Again, on a table near the wall-paper lay a number of cards with pieces of dress fabric fastened to them, and the girls were asked to state which would probably hold their color the best, which would be suitable for a working dress, which for a durable winter dress; and near certain bright-colored fabrics were trimmings of various sorts, and they were asked to tell which would best harmonize with the fabric.

"It ought not to be so very hard for you to answer these questions," said Julia, as she found Concetta scowling over her blank-book. "I know that Miss Northcote has had much to say to you this winter about furniture and wall-papers, and you ought to remember the reasons she has given for calling one thing more beautiful than another. Then, as to dress materials, why, think of our shopping expeditions, and the trouble I have taken to make you understand what is best."

"Yes, 'm," said Concetta. "If there's to be a prize, I'll try to prefer the best things; but if there won't be one, why, I think I'll just say what I really think."

"Oh, Concetta! Concetta! you are hopeless," responded Julia; and though she smiled slightly at this frank confession, she felt a little depressed that her winter's work should have had no better effect.

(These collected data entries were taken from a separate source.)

"""The penalty factors and planning margins of the schedule, in one table.

Every number here is a choice of the tool, not a price of the station: the workbook
gives the prices (``shortage_penalty_per_t``, ``overflow_penalty_per_t``, freight, ...)
and these factors say how hard the plan and its evaluation lean on each kind of trouble.
The model (`model.py`), the evaluation (`evaluate.py`), the removal lever (`lever.py`)
and the rehearsal's metrics read them from here; the old names in those modules are
kept as aliases.

References
----------
Common practice, no source: each factor's meaning is stated beside it; none is taken
from a published table.
"""

from __future__ import annotations

from dataclasses import dataclass

#: A tonne of limestone the scrubber needed and the silo did not have costs this many
#: times the workbook's shortage penalty per tonne [-]: an empty silo stops the scrubber,
#: far worse than a silo below safety stock.
EMPTY_PENALTY_FACTOR = 5.0

#: A tonne below a contract's monthly minimum, where the contract names no
#: ``shortfall_per_t`` (take-or-pay) [money/t].
CONTRACT_PENALTY_PER_T = 25.0

#: A tonne-day of SO2 over the permit's rolling limit costs this many times the shortage
#: penalty per tonne [-]: a permit breach is worse than a silo below safety, as bad as an
#: empty one.
PERMIT_PENALTY_FACTOR = 5.0

#: A tonne-day of SO2 inside the permit's compliance margin (over limit × (1 − margin), not
#: over the limit), in the plan's own case or its guarded worse futures, costs this many
#: times the shortage penalty per tonne [-]: far above what a point of removal costs in
#: stone, so the plan leaves the margin only where no removal the scrubber can run keeps it.
PERMIT_MARGIN_FACTOR = 1.0

#: Share of the stone a point of removal costs that moving the removal a point away from
#: its setpoint for a day costs in the model [-] (not a cost of the plan: `evaluate` leaves
#: it out): the operators' setpoint is the default, and the plan leaves it only where that
#: saves more than a quarter of the stone of every point moved, a saving worth naming; a
#: near tie between stone and allowances keeps the setpoint.
SETPOINT_MOVE_SHARE = 0.25

#: A tonne of SO2 emitted without an allowance (a tonne-day of negative holding) costs
#: this many times the shortage penalty per tonne [-].
ALLOWANCE_SHORT_PENALTY_FACTOR = 5.0

#: Weight of a guarded (worse-future) shortfall or overflow, and of the late-train margin,
#: against a planned one [-]: the plan first keeps its own median levels inside the
#: limits, then buys what protection it can.
GUARD_WEIGHT = 0.25

#: Share of the limestone safety stock the quality-coupled model keeps above it, and of
#: the silo's capacity it keeps below it [-]: room for the fixed ratio of inerts drawn, as
#: the replayed silo may draw a little more (or less) stone than the linearised model did.
SILO_SAFETY_MARGIN = 0.03

#: Money per load the plan gives up by moving or cancelling a load that the previous plan
#: held inside the firm window (a train re-booked, a buyer told of a new day) [money/load]:
#: the price of nervousness, so the coordinator is not asked to re-book for pennies.
#: Not a cost of the plan: `evaluate` leaves it out; `make_plan(change_cost_per_load=...)`
#: sets it.
CHANGE_COST_PER_LOAD = 250.0

#: Days a train may come late that the plan holds stock against in its firm window [d]:
#: on each day, the silo less the rail deliveries of the last this-many days (any of which
#: may not have come yet) is kept above safety stock, at the guard's weight.  Unit trains
#: a day or two late are routine; the reorder-point rule keeps five days of use at each
#: arrival.
LATE_TRAIN_DAYS = 2


#: The cost lines of `evaluate` that are penalty weights (the workbook's or these factors'
#: price on a broken limit), not cash.
PENALTY_LINES = ("shortage_penalty", "overflow_penalty", "empty_penalty", "quality_penalty", "permit_penalty",
                 "allowance_penalty")


@dataclass(frozen=True)
class Penalty:
    """One row of the table: the constant's name, its value, its unit and what it means."""

    name: str
    value: float
    unit: str
    meaning: str


#: The table, for the contributor guide and the summary's readers.
TABLE: tuple[Penalty, ...] = (
    Penalty("EMPTY_PENALTY_FACTOR", EMPTY_PENALTY_FACTOR, "x shortage penalty per t",
            "limestone the scrubber needed and the silo did not have"),
    Penalty("CONTRACT_PENALTY_PER_T", CONTRACT_PENALTY_PER_T, "money/t",
            "below a contract's monthly minimum, when it names no shortfall_per_t"),
    Penalty("PERMIT_PENALTY_FACTOR", PERMIT_PENALTY_FACTOR, "x shortage penalty per t-day",
            "SO2 over the permit's rolling limit"),
    Penalty("PERMIT_MARGIN_FACTOR", PERMIT_MARGIN_FACTOR, "x shortage penalty per t-day",
            "SO2 inside the compliance margin (plan or guarded futures)"),
    Penalty("SETPOINT_MOVE_SHARE", SETPOINT_MOVE_SHARE, "x stone cost of a point",
            "moving the removal a point away from its setpoint for a day"),
    Penalty("ALLOWANCE_SHORT_PENALTY_FACTOR", ALLOWANCE_SHORT_PENALTY_FACTOR, "x shortage penalty per t-day",
            "SO2 emitted without an allowance"),
    Penalty("GUARD_WEIGHT", GUARD_WEIGHT, "x shortage/overflow penalty",
            "a guarded (worse-future) or late-train shortfall against a planned one"),
    Penalty("SILO_SAFETY_MARGIN", SILO_SAFETY_MARGIN, "x safety stock",
            "room kept inside the silo's safety stock and capacity when its mix is modelled"),
    Penalty("CHANGE_COST_PER_LOAD", CHANGE_COST_PER_LOAD, "money/load",
            "moving or cancelling a load the previous plan held in the firm window"),
    Penalty("LATE_TRAIN_DAYS", LATE_TRAIN_DAYS, "d",
            "days a train may come late that the firm window holds stock against"),
)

At five o'clock the books were all collected and put in Pamela's care for discussion at the next meeting of her class, and a few minutes later the aunts or cousins of the girls, as the case might be, began to appear. Their "oh's" and "ah's" were genuine as they looked at the two rooms; the numbers were about equally divided between those who preferred the restful room and those who preferred the fussy and gaudy one. They were greatly surprised to find that the more showy room had had no more money spent on it than the other. To them it looked much the more expensive; whereas to Julia and Nora and the others it was a surprise that the cheap and shoddy things of the gaudy sitting-room had cost as much as those in the really æsthetic apartment.

All had been invited to the six-o'clock tea, and this had been designed to show the skill in cooking of some of the number,—or perhaps I should say skill in the preparation of a meal, since much that was to go on the table was prepared under the eyes of the visitors.

The dainty sandwiches, for instance, were so prepared. There were three or four different kinds, of lettuce, of cheese, and some with nuts laid between, to the great surprise of Mrs. McSorley. She had associated with the name only the sandwich of the ham variety. Then the cold chicken, creamed and served in the chafing-dish, and put steaming on the plates; the chocolate that Maggie prepared on a tiny gas range, crowned with whipped cream that she had whipped before their very eyes,—all these things had their effect. When Luisa showed the blanc-mange that she had made, "without any flavor of soup," Haleema remarked so mischievously, that Luisa had to admit that earlier in the season she had prepared some blanc-mange in a kettle which had not been washed since some strong-flavored soup had been contained in it. Each girl had one special dish that she had made the day before,—cake, or biscuit, or jelly. The results were very satisfactory to the admiring relatives, who went home particularly pleased with the Mansion and the young ladies, as well as with their own particular loaf of cake or mould of jelly, as the case may be. Each one, too, carried away a fine photograph of the Mansion, under which Pamela had written one of her ever applicable Ruskin quotations.

"The girls to spin and weave and sew, and at a proper age to cook all proper ordinary food exquisitely; the youth of both sexes to be disciplined daily in the studies."

This was at the bottom of the card, and at the top she had written:

"Never look for amusement, but be always ready to amuse."